Navajo Missions and Glass Slides

Heritage Hall has several small collections of glass slides, sometimes called “magic lantern” slides. A couple of the collections seem to be the product of traveling in Europe, the traveler buying the slides (perhaps for use in a classroom) rather than photographing sites himself or herself.
Most of our glass slides are related to mission fields, however, in China and among Native Americans in the Southwest. I am most familiar with the slides related to missions done by the Christian Reformed Church (CRC) among Navajo and Zuni communities in New Mexico and Arizona.
Missionaries used these slides when they visited Christian Reformed congregations to describe their work and to encourage prayerful and financial support of it.
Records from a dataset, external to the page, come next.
//! The figures of a flight point.

use spokeshave::job::{Job, Setting};

/// A figure of a flight point.
#[derive(Clone, Copy, Debug, PartialEq, Eq, PartialOrd, Ord)]
pub enum PointFigure {
    /// Its name; a text.
    Name,
    /// Pressure altitude.
    Height,
    /// Temperature offset.
    Temperature,
    /// Airspeed.
    Airspeed,
    /// The figure of its setting.
    Setting,
}

impl PointFigure {
    /// What it is called.
    #[must_use]
    pub fn name(self) -> &'static str {
        match self {
            Self::Name => "name",
            Self::Height => "height",
            Self::Temperature => "temperature offset",
            Self::Airspeed => "airspeed",
            Self::Setting => "setting",
        }
    }

    /// Its name in the job file.
    pub(super) fn key(self, job: &Job, i: usize) -> &'static str {
        match self {
            Self::Name => "name",
            Self::Height => "altitude_m",
            Self::Temperature => "isa_offset_k",
            Self::Airspeed => "airspeed_m_s",
            Self::Setting => match job.flight_points.get(i).map(|p| &p.setting) {
                Some(Setting::Power { .. }) => "setting.power_w",
                Some(Setting::Throttle { .. }) => "setting.fraction",
                _ => "setting.rpm",
            },
        }
    }

    /// The figure, SI.
    pub(super) fn value(self, job: &Job, i: usize) -> Option<f64> {
        let point = job.flight_points.get(i)?;
        match self {
            Self::Name => None,
            Self::Height => Some(point.altitude_m),
            Self::Temperature => Some(point.isa_offset_k),
            Self::Airspeed => point.airspeed_m_s,
            Self::Setting => match point.setting {
                Setting::Rpm { rpm } => Some(rpm),
                Setting::Power { power_w } => Some(power_w),
                Setting::Throttle { fraction } => Some(fraction),
                Setting::FullThrottle {} | Setting::Level {} => None,
            },
        }
    }

    /// Writes the figure, SI; whether there was a place for it.
    pub(super) fn write(self, job: &mut Job, i: usize, value: f64) -> bool {
        let Some(point) = job.flight_points.get_mut(i) else { return false };
        match (self, &mut point.setting) {
            (Self::Height, _) => point.altitude_m = value,
            (Self::Temperature, _) => point.isa_offset_k = value,
            (Self::Airspeed, _) => point.airspeed_m_s = Some(value),
            (Self::Setting, Setting::Rpm { rpm }) => *rpm = value,
            (Self::Setting, Setting::Power { power_w }) => *power_w = value,
            (Self::Setting, Setting::Throttle { fraction }) => *fraction = value,
            (Self::Name, _) | (Self::Setting, Setting::FullThrottle {} | Setting::Level {}) => return false,
        }
        true
    }
}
They told their stories and stories about Navajo and Zuni converts and used a variety of media. Sometimes a Native American Christian went along with them and told his or her own story.
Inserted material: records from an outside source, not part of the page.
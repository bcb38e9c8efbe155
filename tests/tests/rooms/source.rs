//! Which rooms a crate has and what they use of one another, read from the paths in their sources. What is only
//! compiled for tests does not count.

use std::collections::{BTreeMap, BTreeSet};
use std::path::{Path, PathBuf};

/// What a room uses, each with the files that do.
pub(crate) type Uses = BTreeMap<String, BTreeSet<PathBuf>>;

/// The rooms of a crate, the modules that its root names, with what they use. Files are told from the workspace.
pub(crate) fn rooms(workspace: &Path, source: &Path) -> BTreeMap<String, Uses> {
    let root = std::fs::read_to_string(workspace.join(source).join("lib.rs")).unwrap();
    let uses = |room: String| {
        let mut uses = Uses::new();
        walk(workspace, &source.join(&room), 1, &mut uses);
        uses.remove(&room);
        (room, uses)
    };
    modules(&code(&root)).into_iter().map(uses).collect()
}

/// Reads a module, whose name ends the path, and those below it. `depth` is how far it stands below the root.
fn walk(workspace: &Path, module: &Path, depth: usize, uses: &mut Uses) {
    let files = [module.with_extension("rs"), module.join("mod.rs")];
    let read = |file: &PathBuf| Some((file.clone(), std::fs::read_to_string(workspace.join(file)).ok()?));
    let (file, text) = files.iter().find_map(read).expect("a module has its file");
    let code = code(&text);
    for used in used(&code, depth) {
        uses.entry(used).or_default().insert(file.clone());
    }
    for below in modules(&code) {
        walk(workspace, &module.join(below), depth + 1, uses);
    }
}

/// A source without comments and without what is only compiled for tests: from such an attribute to the line
/// that ends its item, set in as far.
fn code(text: &str) -> String {
    let mut kept = String::new();
    let mut test_item = None;
    for line in text.lines() {
        let line = line.split("//").next().unwrap_or_default().trim_end();
        let inset = line.len() - line.trim_start().len();
        match test_item {
            Some(at) if at == inset && line.ends_with(['}', ';']) => test_item = None,
            Some(_) => {}
            None if line.trim_start() == "#[cfg(test)]" => test_item = Some(inset),
            None => {
                kept.push_str(line);
                kept.push('\n');
            }
        }
    }
    kept
}

/// The modules that a source names and keeps in files of their own.
fn modules(code: &str) -> Vec<String> {
    let name = |line: &str| Some(line.strip_suffix(';')?.rsplit_once("mod ")?.1.to_string());
    code.lines().filter_map(name).filter(|name| name.chars().all(in_name)).collect()
}

/// The names that stand first in paths from the root: `crate::…`, or as many `super::` as lead there.
fn used(code: &str, depth: usize) -> BTreeSet<String> {
    let code = code.replace(&"super::".repeat(depth), "crate::");
    let starts = code.match_indices("crate::").map(|(at, _)| at);
    let whole = starts.filter(|&at| !code[..at].ends_with(in_name));
    whole.flat_map(|at| first_names(&code[at + "crate::".len()..])).collect()
}

/// The first name of a path, or those of each path in its braces.
fn first_names(path: &str) -> Vec<String> {
    let name = |path: &str| path.chars().take_while(|&c| in_name(c)).collect::<String>();
    let Some(inner) = path.strip_prefix('{') else { return vec![name(path)] };
    let mut open = 0;
    let outermost = |c: &char| {
        open += i32::from(*c == '{') - i32::from(*c == '}');
        open == 0
    };
    let list: String = inner.chars().take_while(|&c| c != ';').filter(outermost).collect();
    list.split(',').map(|path| name(path.trim())).filter(|name| !name.is_empty()).collect()
}

fn in_name(c: char) -> bool {
    c.is_alphanumeric() || c == '_'
}

#[test]
fn paths_from_the_root_are_found() {
    let code = "use crate::air::{Air, AirError};\nuse crate::{\n    fit::{self, line},\n\
                \u{20}   report, rig as made,\n};\n\
                fn f() -> crate::wood::Sheet { $crate::job::check(); a_crate::no::one() }\n\
                pub(in crate::view) fn g() {}\nuse self::own::Thing;\n";
    let names = |code: &str, depth| used(code, depth).into_iter().collect::<Vec<_>>().join(" ");
    assert_eq!(names(code, 1), "air fit job report rig view wood");
    let above = "use super::blade::Blade;\nuse super::{engine, shape::{self, twist}};\n";
    assert_eq!(names(above, 1), "blade engine shape");
    assert_eq!(names(above, 2), "");
    assert_eq!(names("use super::super::engine::Shaft;\n", 2), "engine");
}

#[test]
fn what_is_for_tests_does_not_count() {
    let text = "//! See [`crate::one`].\nmod below;\n#[cfg(test)]\nmod tests;\n\
        #[cfg(test)]\nuse crate::{\n    two,\n};\npub(crate) mod seen; // crate::three\n\
        impl A {\n    #[cfg(test)]\n    fn b() {\n        crate::four::f();\n    }\n\n    fn c() {}\n}\n\
        #[cfg(test)]\nmod inside {\n    use crate::five;\n}\nuse crate::six;\n";
    let code = code(text);
    assert_eq!(modules(&code), ["below", "seen"]);
    assert_eq!(used(&code, 1).into_iter().collect::<Vec<_>>(), ["six"]);
}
Missionaries told these stories in pamphlets and articles in denominational magazines, of course. But more evocative would have been images, from glass slides in the early twentieth century to film slides and documentary films by mid-century.
Glass slides date back to the 1700s when artists painted pictures on glass and used “magic lanterns” to project them. Showmen would tell stories to go with the slides. In the 1800s and 1900s, technology developed to print pictures onto slides, not just hand paint them.
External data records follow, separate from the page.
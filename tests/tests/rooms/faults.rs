//! Where the map and the sources differ, and where a room uses one that does not stand above it: as long as none
//! does, no way leads from a room back to it.

use std::collections::{BTreeMap, BTreeSet};
use std::path::PathBuf;

use crate::map::Row;
use crate::source::Uses;

/// Everything that is wrong, a sentence each.
pub(crate) fn faults(rows: &[Row], rooms: &BTreeMap<String, Uses>) -> Vec<String> {
    let mut found = Vec::new();
    for (place, row) in rows.iter().enumerate() {
        let told = row.names.join(", ");
        if row.names.len() != 1 {
            found.push(format!("the row “{told}” is to name one room"));
        }
        if !row.clear {
            found.push(format!("the row of {told} is to name what it may use, or to hold a dash"));
        }
        for room in &row.names {
            match rooms.get(room) {
                Some(uses) => {
                    found.extend(not_allowed(room, row, uses));
                    found.extend(not_above(room, &rows[place..], uses));
                    found.extend(not_true(room, row, uses, rooms));
                }
                None => found.push(format!("{room} has a row and is no room")),
            }
        }
    }
    for room in rooms.keys() {
        let count = rows.iter().filter(|row| row.names.contains(room)).count();
        if count != 1 {
            found.push(format!("{room} has {count} rows"));
        }
    }
    found
}

/// What a room uses and its row does not name.
fn not_allowed(room: &str, row: &Row, uses: &Uses) -> Vec<String> {
    let not_told = uses.iter().filter(|(used, _)| !row.may_use.contains(used));
    not_told.map(|(used, files)| format!("{room} may not use {used}: {}", list(files))).collect()
}

/// What a room uses though it stands in its own row or one below.
fn not_above(room: &str, from_here: &[Row], uses: &Uses) -> Vec<String> {
    let below = uses.iter().filter(|(used, _)| from_here.iter().any(|row| row.names.contains(used)));
    below.map(|(used, files)| format!("{room} uses {used}, which is not above it: {}", list(files))).collect()
}

/// What a row names and the room does not use.
fn not_true(room: &str, row: &Row, uses: &Uses, rooms: &BTreeMap<String, Uses>) -> Vec<String> {
    let unused = row.may_use.iter().filter(|told| !uses.contains_key(*told));
    let why = |told| if rooms.contains_key(told) { "it does not use it" } else { "that is no room" };
    unused.map(|told| format!("the row of {room} names {told}: {}", why(told))).collect()
}

fn list(files: &BTreeSet<PathBuf>) -> String {
    files.iter().map(|file| file.display().to_string()).collect::<Vec<_>>().join(", ")
}

#[cfg(test)]
mod tests {
    use super::*;

    /// Rooms from lines such as `fit: rig job`, each use with a file of its own.
    fn rooms(lines: &[&str]) -> BTreeMap<String, Uses> {
        let room = |line: &&str| {
            let (room, used) = line.split_once(':').unwrap();
            let file = |used: &str| (used.to_string(), [format!("{room}/{used}.rs").into()].into());
            (room.to_string(), used.split_whitespace().map(file).collect())
        };
        lines.iter().map(room).collect()
    }

    fn found(rows: &str, lines: &[&str]) -> String {
        let text = format!("## R\n\n| m | h | u |\n| - | - | - |\n{rows}");
        faults(&crate::map::rows(&text, "R"), &rooms(lines)).join("; ")
    }

    const AIR: &str = "| `air` | a | – |\n";

    #[test]
    fn a_true_map_has_no_fault() {
        assert_eq!(found(&format!("{AIR}| `fit` | a | `air` |\n"), &["air:", "fit: air"]), "");
    }

    #[test]
    fn a_use_that_is_not_told_names_its_file() {
        assert_eq!(
            found(&format!("{AIR}| `fit` | a | – |\n"), &["air:", "fit: air"]),
            "fit may not use air: fit/air.rs"
        );
    }

    #[test]
    fn a_row_is_of_a_room_that_is_there_and_alone() {
        assert_eq!(found(&format!("{AIR}| `fit` | a | – |\n"), &["air:"]), "fit has a row and is no room");
        assert_eq!(found(&format!("{AIR}{AIR}"), &["air:"]), "air has 2 rows");
        assert_eq!(
            found("| `air`, `fit` | a | – |\n", &["air:", "fit:"]),
            "the row “air, fit” is to name one room"
        );
    }

    #[test]
    fn a_use_that_does_not_occur_is_not_told() {
        let rows = format!("{AIR}| `fit` | a | `air`, `rig` |\n");
        assert_eq!(
            found(&rows, &["air:", "fit:"]),
            "the row of fit names air: it does not use it; the row of fit names rig: that is no room"
        );
        assert_eq!(
            found("| `air` | a | all |\n", &["air:"]),
            "the row of air is to name what it may use, or to hold a dash"
        );
    }

    #[test]
    fn a_room_without_a_row_is_told() {
        assert_eq!(found(AIR, &["air:", "fit: air"]), "fit has 0 rows");
    }

    #[test]
    fn a_ring_of_uses_is_told_though_every_row_allows_it() {
        let rows = "| `a` | a | – |\n| `b` | b | `a`, `d` |\n| `c` | c | `b` |\n| `d` | d | `c` |\n";
        assert_eq!(found(rows, &["a:", "b: a d", "c: b", "d: c"]), "b uses d, which is not above it: b/d.rs");
    }
}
Glass slide photographs date to the mid-1800s. Their heyday, when they became common and relatively cheap, was the 1890s to the 1930s. The slides were photographed in black and white and could be colored by hand. Film slides were invented in 1935 and quickly replaced glass slides. Digital images have largely replaced film slides in the past decade.
The images you see in this blogpost are from glass slides used by CRC missionaries from the 1910s to the 1940s. They tell several stories.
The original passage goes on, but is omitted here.